En interne aussi, le partage d’expérience est valorisé et permanent. Je travaille très étroitement avec les consultants de 55, et régulièrement avec les experts en  tracking et les ingénieurs pour les questions de paramétrage technique : tracking, automatisation des rapports et des flux, accès aux  API, requêtage…

Quelle est la différence entre faire ton métier en agence ou directement chez l’annonceur ?

En agence, il y a plus de variété : dans les missions, dans les secteurs abordés, dans les niveaux de budget géré, dans les niveaux de maturité des annonceurs, ou encore dans les objectifs (branding et visibilité, ou alors performance).

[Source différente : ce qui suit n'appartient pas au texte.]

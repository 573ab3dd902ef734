import { CARE, type Care, INCIDENTS } from './care';
import { ARRIVALS, type Arrival, COLONIES, EXITS, FINDINGS, type Finding, fishCode, fishKey } from './colonies';
import { meanLengthAt } from './growth';
import type { ColonyStarted, Entry, Founders, Happening, Key, Recorded } from './shape';
import type { Teller } from './telling';

function arrived(tell: Teller, arrival: Arrival): Founders {
  const { lot, strain, on, colony, tank, males, females, anonymousFemales = 0 } = arrival;
  const stem = colony ?? strain;
  const coded = (sex: 'male' | 'female') => (n: number) => ({
    key: fishKey(stem, n),
    code: fishCode(stem, n),
    sex,
    mark: null,
  });
  return {
    what: 'founders',
    ...tell.when('founders', on, lot),
    strain: `strain:${strain}`,
    lot: `lot:${lot}`,
    colony: colony ? `colony:${colony}` : null,
    tank: tank ? `tank:${tank}` : null,
    fish: [
      ...males.map(coded('male')),
      ...females.map(coded('female')),
      ...Array.from({ length: anonymousFemales }, (_, i) => ({
        key: `fish:${stem}/f${i + 1}` as const,
        code: null,
        sex: 'female' as const,
        mark: null,
      })),
    ],
  };
}

function colonies(tell: Teller): Happening[] {
  return COLONIES.flatMap(({ code, strain, on, note, homes }) => {
    const [first, ...later] = homes;
    const started: ColonyStarted = {
      what: 'colony',
      ...tell.when('colony', on, code),
      key: `colony:${code}`,
      code,
      strain: `strain:${strain}`,
      tank: `tank:${first?.tank ?? ''}`,
      note,
    };
    const moves = later.map((home) =>
      tell.entry(home.on, code, {
        kind: 'moved',
        thing: 'colony',
        id: `colony:${code}`,
        toTankId: `tank:${home.tank}`,
        onDay: tell.day(home.on),
        note: home.note ?? null,
      }),
    );
    return [started, ...moves];
  });
}

function found(tell: Teller, finding: Finding): Entry {
  const facts = { fishId: finding.fish, onDay: tell.day(finding.on) };
  switch (finding.kind) {
    case 'sex':
      return {
        kind: 'sexSeen',
        ...facts,
        sex: finding.sex,
        how: finding.how,
        certain: finding.certain,
        note: finding.note ?? null,
      };
    case 'dominant':
      return { kind: 'dominant', ...facts, note: finding.note ?? null };
    case 'mark':
      return { kind: 'markSeen', ...facts, mark: finding.mark, note: finding.note ?? null };
    case 'toldApart':
      return { kind: 'toldApart', ...facts, code: finding.code, mark: finding.mark, note: null };
  }
}

/** Breeders to be are measured one by one. `born`: the days since which they grew. */
const MEASURED: { fish: readonly [stem: string, numbers: readonly number[]]; on: number; age: number }[] = [
  { fish: ['MOIL', [1, 2, 3, 4, 5]], on: -60, age: 602 },
  { fish: ['MOIL', [6, 7, 8, 9]], on: -60, age: 445 },
];

function measured(tell: Teller): Recorded[] {
  return MEASURED.flatMap(({ fish: [stem, numbers], on, age }) =>
    numbers.map((n) => {
      const mm = Math.round(meanLengthAt('MOIL', age, 0.94 + 0.03 * (n % 5)));
      return tell.entry(on, fishCode(stem, n), {
        kind: 'lengthSampled',
        sampleId: `sample:${fishCode(stem, n)}`,
        of: { thing: 'fish', id: fishKey(stem, n) },
        onDay: tell.day(on),
        measure: 'total',
        method: 'box',
        readings: [{ lengthTenthsMm: mm * 10, weightG: null }],
        note: null,
      });
    }),
  );
}

/** Colonies, founders, what was found out about fish, and how some left. */
export function tellFish(tell: Teller): Happening[] {
  const exits = Object.entries(EXITS).map(([fish, { on, how, cause, note }]) =>
    tell.entry(on, fish, { kind: 'fishLeft', fishId: fish, onDay: tell.day(on), how, cause, note }),
  );
  return [
    ...colonies(tell),
    ...ARRIVALS.map((arrival) => arrived(tell, arrival)),
    ...FINDINGS.map((finding) => tell.entry(finding.on, finding.fish, found(tell, finding))),
    ...exits,
    ...measured(tell),
  ];
}

function cared(tell: Teller, one: Care): Recorded[] {
  const facts = { tankId: `tank:${one.tank}`, onDay: tell.day(one.on), note: one.note ?? null };
  const careId: Key = `care:${one.tank}${one.on}`;
  const untilDay = 'until' in one && one.until !== null ? tell.day(one.until) : null;
  if (one.kind === 'seenWell') return [tell.entry(one.on, one.tank, { kind: 'seenWell', ...facts })];
  if (one.kind === 'quarantine')
    return [tell.entry(one.on, one.tank, { kind: 'quarantineStarted', careId, ...facts, untilDay, why: one.why })];
  const { what, why, dose, endedOn } = one;
  const started = tell.entry(one.on, one.tank, {
    kind: 'treatmentStarted',
    careId,
    ...facts,
    what,
    why,
    dose,
    untilDay,
  });
  if (endedOn === undefined) return [started];
  const onDay = tell.day(endedOn);
  return [started, tell.entry(endedOn, one.tank, { kind: 'treatmentEnded', careId, onDay, note: null })];
}

/** Quarantines, treatments and incidents. */
export function tellCare(tell: Teller): Recorded[] {
  const incidents = INCIDENTS.map(({ tanks, on, what, note }) =>
    tell.entry(on, what, {
      kind: 'incident',
      tankIds: tanks.map((tank) => `tank:${tank}`),
      onDay: tell.day(on),
      what,
      losses: [],
      fishDied: [],
      note,
    }),
  );
  return [...incidents, ...CARE.flatMap((one) => cared(tell, one))];
}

On acquiert une vision plus globale plus rapidement. On est en contact avec les dernières solutions du marché, que l’on peut tester et éprouver. En fait, on devient une sorte de couteau suisse.

Chez l’annonceur, il y a d’autres avantages : on est amené plus rapidement à piloter tous les leviers, et il est plus aisé d’harmoniser la stratégie sur tous les canaux :  affiliation emailing, social, display, etc. Je pense que la montée en expertise média est moins rapide, mais on est plus proche du métier.

Et la différence entre faire ton métier dans une agence classique et une data company comme 55 ?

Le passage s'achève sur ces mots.